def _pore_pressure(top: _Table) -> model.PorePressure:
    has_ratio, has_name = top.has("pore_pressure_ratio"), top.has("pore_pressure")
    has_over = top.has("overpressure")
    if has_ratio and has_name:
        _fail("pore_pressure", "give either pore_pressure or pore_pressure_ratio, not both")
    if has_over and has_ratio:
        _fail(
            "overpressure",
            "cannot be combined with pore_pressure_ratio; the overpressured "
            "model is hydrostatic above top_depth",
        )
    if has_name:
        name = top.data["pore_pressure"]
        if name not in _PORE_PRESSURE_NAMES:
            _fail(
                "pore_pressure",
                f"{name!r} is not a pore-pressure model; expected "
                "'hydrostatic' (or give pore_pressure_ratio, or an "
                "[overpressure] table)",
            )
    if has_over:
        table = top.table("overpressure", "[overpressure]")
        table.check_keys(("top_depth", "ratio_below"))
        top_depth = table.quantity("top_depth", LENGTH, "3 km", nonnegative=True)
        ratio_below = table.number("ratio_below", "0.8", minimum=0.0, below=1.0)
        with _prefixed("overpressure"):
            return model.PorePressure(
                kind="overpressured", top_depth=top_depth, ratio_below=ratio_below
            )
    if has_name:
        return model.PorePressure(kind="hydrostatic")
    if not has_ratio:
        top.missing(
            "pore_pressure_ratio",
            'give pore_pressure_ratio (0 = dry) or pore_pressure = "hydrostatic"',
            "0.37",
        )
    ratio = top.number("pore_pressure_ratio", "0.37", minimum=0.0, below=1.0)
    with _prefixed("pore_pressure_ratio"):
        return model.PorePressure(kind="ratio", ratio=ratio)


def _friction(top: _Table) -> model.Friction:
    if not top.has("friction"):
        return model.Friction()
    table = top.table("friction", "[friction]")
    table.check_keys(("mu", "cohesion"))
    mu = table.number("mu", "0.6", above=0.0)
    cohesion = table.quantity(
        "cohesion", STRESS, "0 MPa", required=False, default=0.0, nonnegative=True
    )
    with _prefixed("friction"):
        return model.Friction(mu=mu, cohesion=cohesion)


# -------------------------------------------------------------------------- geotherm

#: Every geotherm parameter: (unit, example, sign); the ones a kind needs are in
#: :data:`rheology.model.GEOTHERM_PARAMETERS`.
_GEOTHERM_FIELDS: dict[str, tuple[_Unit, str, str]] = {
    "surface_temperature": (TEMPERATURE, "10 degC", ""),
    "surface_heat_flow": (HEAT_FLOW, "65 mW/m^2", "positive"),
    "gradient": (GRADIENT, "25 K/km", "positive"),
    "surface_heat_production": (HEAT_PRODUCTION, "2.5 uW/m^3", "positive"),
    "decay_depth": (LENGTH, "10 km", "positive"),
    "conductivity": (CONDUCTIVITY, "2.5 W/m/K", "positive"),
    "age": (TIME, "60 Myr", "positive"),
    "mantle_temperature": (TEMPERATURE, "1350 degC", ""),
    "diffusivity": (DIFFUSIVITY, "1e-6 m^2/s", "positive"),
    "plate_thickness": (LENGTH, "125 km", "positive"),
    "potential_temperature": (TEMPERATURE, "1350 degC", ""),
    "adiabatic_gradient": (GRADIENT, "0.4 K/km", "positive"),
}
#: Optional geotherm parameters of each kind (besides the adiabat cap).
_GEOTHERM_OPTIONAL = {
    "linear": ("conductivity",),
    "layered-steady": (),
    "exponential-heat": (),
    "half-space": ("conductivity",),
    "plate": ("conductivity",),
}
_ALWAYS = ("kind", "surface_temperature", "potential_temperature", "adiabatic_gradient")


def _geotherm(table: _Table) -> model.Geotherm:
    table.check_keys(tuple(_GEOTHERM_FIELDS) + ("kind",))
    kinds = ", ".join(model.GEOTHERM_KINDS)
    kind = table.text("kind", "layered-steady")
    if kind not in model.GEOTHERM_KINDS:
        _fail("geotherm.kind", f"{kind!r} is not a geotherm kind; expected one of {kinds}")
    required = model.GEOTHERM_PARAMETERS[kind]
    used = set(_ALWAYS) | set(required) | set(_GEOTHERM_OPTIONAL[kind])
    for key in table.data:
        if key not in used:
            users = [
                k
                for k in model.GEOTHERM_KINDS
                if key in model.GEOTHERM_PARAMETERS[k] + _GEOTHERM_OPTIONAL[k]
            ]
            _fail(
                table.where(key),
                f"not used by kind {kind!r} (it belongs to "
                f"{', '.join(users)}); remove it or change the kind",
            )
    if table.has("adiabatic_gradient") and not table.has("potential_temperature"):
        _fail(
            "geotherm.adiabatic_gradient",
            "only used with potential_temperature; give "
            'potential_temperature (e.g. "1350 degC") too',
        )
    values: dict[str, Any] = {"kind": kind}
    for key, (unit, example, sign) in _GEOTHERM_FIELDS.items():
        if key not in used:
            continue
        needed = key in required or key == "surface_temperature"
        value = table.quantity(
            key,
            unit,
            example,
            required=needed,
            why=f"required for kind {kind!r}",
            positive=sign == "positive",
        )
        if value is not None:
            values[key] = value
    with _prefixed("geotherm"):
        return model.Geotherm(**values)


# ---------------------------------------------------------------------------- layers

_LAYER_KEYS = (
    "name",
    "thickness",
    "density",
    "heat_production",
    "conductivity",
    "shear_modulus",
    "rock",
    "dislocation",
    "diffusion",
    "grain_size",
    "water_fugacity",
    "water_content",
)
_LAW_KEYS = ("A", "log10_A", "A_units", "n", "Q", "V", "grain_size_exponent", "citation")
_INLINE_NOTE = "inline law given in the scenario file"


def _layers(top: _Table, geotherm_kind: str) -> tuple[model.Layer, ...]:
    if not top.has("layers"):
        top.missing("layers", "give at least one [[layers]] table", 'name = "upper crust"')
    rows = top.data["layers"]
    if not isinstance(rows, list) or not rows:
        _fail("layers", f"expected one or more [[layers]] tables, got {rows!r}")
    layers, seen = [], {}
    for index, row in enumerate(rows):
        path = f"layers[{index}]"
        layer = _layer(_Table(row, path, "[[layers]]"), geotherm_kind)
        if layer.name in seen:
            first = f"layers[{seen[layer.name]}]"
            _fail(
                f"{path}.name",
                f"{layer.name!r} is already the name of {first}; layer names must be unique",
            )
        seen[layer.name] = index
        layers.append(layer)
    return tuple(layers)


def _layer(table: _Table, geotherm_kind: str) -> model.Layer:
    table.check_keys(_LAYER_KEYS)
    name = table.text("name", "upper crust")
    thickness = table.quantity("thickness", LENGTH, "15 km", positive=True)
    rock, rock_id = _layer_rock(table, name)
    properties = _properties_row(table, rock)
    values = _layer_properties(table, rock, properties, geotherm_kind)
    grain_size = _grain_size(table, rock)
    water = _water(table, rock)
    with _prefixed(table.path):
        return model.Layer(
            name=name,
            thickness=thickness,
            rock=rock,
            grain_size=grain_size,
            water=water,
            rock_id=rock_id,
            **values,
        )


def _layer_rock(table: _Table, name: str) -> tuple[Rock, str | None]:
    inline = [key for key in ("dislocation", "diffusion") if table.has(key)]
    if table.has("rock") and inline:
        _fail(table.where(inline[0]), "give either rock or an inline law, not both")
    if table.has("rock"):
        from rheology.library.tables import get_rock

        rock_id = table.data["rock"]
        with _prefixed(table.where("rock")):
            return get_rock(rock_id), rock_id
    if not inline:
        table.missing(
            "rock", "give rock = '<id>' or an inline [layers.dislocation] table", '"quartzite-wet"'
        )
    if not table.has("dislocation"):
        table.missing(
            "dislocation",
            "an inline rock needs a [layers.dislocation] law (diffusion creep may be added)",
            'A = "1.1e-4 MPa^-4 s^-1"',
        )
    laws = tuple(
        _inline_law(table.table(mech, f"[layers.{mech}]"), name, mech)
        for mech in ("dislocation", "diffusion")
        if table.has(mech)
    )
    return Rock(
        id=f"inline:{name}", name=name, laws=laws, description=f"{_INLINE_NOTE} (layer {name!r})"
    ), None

══════════════════════════════

• PROBLEM TO SOLVE: Only the lines with "True" are needed; find them in the records and copy each one.

• ANSWER TO THIS EXERCISE:
        top_depth = table.quantity("top_depth", LENGTH, "3 km", nonnegative=True)
        "cohesion", STRESS, "0 MPa", required=False, default=0.0, nonnegative=True
    thickness = table.quantity("thickness", LENGTH, "15 km", positive=True)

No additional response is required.